*** Extracted material ***

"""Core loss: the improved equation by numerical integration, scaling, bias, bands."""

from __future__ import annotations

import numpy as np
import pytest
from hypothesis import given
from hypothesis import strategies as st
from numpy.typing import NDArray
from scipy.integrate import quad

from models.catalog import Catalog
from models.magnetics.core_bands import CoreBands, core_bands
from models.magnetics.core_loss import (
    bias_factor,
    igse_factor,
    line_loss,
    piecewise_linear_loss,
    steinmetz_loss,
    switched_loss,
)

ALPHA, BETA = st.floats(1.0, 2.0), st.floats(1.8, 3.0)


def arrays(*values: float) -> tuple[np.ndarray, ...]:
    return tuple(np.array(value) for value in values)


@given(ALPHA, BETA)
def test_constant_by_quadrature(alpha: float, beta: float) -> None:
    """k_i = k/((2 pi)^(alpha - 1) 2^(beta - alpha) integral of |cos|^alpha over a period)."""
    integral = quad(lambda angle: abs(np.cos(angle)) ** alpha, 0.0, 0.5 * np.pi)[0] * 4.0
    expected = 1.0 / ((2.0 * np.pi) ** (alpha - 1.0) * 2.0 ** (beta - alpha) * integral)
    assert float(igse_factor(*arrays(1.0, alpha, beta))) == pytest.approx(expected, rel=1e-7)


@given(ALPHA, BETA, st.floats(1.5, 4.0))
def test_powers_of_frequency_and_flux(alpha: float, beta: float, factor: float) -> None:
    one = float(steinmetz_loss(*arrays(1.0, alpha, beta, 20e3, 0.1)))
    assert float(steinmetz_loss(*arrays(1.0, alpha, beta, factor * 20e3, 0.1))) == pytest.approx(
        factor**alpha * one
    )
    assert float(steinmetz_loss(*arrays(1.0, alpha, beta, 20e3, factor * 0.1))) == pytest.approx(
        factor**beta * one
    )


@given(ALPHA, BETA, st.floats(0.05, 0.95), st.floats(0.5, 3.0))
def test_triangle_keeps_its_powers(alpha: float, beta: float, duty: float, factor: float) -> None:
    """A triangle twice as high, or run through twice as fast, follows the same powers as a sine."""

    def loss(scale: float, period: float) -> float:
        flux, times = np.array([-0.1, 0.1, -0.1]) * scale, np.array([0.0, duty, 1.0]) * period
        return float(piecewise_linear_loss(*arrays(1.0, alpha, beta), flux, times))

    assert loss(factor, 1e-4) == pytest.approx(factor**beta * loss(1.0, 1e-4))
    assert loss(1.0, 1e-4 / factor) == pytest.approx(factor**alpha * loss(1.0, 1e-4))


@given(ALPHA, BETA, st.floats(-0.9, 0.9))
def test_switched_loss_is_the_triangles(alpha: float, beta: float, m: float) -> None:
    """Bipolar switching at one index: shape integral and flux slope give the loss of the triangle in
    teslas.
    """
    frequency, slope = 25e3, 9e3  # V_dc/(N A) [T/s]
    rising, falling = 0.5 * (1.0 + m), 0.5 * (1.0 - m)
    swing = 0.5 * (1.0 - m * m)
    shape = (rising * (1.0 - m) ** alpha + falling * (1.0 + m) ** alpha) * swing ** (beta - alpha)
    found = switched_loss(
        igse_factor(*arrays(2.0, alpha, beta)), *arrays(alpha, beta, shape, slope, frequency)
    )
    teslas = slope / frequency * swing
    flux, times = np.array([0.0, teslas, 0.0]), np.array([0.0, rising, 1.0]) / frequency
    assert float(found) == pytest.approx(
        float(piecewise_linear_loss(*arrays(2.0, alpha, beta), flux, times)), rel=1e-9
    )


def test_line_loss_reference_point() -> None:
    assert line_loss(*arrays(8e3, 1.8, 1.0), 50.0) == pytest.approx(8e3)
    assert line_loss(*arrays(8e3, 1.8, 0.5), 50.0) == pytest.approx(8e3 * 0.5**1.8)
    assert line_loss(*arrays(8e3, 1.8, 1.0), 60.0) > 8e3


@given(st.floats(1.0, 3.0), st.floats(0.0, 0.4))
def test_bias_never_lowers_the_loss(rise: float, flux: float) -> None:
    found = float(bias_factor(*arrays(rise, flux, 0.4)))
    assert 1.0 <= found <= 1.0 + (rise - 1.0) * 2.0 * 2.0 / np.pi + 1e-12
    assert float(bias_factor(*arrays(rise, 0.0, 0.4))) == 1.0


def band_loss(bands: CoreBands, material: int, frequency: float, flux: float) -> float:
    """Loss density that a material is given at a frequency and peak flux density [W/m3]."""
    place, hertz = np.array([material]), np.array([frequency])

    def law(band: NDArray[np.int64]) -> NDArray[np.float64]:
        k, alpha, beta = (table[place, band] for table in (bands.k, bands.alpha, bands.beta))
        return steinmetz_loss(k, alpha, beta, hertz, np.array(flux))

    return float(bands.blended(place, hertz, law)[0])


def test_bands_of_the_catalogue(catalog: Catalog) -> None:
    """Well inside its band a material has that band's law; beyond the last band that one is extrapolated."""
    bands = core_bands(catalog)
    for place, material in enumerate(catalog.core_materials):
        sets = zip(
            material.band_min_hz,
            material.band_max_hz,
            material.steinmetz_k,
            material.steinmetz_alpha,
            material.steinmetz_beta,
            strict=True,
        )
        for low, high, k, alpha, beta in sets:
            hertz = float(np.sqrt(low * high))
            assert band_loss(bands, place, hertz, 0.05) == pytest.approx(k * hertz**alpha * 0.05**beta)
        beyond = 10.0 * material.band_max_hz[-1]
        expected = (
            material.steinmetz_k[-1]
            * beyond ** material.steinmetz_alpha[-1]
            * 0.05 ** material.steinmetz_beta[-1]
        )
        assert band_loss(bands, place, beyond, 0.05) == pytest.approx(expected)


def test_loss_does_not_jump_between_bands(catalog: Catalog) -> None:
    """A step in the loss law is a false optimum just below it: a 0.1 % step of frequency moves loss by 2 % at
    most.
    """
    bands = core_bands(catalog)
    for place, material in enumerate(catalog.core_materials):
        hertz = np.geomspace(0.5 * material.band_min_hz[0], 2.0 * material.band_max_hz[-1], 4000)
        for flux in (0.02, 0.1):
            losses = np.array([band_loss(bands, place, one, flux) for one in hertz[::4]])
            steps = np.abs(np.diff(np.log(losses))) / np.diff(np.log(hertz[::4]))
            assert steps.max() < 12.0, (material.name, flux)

***
*** Extracted material ***

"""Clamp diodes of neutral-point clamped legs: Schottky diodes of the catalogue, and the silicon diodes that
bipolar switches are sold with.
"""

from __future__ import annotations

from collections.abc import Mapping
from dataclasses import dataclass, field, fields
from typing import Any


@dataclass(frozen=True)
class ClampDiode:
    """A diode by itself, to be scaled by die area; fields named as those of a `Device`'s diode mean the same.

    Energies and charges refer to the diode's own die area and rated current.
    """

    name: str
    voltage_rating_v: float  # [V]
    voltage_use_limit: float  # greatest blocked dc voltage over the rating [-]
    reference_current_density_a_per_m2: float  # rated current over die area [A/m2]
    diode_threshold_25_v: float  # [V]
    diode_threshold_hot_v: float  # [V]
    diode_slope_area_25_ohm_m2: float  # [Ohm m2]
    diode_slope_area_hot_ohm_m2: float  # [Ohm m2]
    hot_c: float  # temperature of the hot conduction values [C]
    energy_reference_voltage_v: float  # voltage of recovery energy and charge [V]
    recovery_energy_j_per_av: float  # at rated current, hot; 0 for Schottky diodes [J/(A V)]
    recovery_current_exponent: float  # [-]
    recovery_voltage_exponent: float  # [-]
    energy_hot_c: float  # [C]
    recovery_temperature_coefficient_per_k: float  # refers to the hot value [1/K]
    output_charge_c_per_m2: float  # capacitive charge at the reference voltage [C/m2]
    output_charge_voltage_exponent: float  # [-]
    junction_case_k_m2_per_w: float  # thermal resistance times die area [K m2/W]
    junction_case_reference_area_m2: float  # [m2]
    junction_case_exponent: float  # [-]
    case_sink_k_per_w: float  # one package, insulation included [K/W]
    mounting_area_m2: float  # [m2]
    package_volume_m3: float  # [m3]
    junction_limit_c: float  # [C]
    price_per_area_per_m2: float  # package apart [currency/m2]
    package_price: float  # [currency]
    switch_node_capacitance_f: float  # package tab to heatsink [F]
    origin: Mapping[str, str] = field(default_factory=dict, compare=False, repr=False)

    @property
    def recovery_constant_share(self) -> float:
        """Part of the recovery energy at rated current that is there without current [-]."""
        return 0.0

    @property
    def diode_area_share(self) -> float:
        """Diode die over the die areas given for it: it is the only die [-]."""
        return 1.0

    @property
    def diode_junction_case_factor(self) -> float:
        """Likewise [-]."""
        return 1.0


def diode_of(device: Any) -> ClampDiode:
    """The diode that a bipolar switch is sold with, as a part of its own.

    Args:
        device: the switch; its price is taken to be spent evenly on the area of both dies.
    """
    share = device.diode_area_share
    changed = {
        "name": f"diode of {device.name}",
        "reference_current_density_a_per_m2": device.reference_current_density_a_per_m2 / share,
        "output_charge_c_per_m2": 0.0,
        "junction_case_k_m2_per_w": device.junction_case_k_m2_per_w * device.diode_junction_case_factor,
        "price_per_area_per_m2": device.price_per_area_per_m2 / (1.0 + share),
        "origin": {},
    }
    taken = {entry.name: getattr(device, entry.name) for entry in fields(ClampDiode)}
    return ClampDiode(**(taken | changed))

***

Exercise aim: If a line in the records above includes the string "typing", copy it.

Solution for this task:
from numpy.typing import NDArray
from typing import Any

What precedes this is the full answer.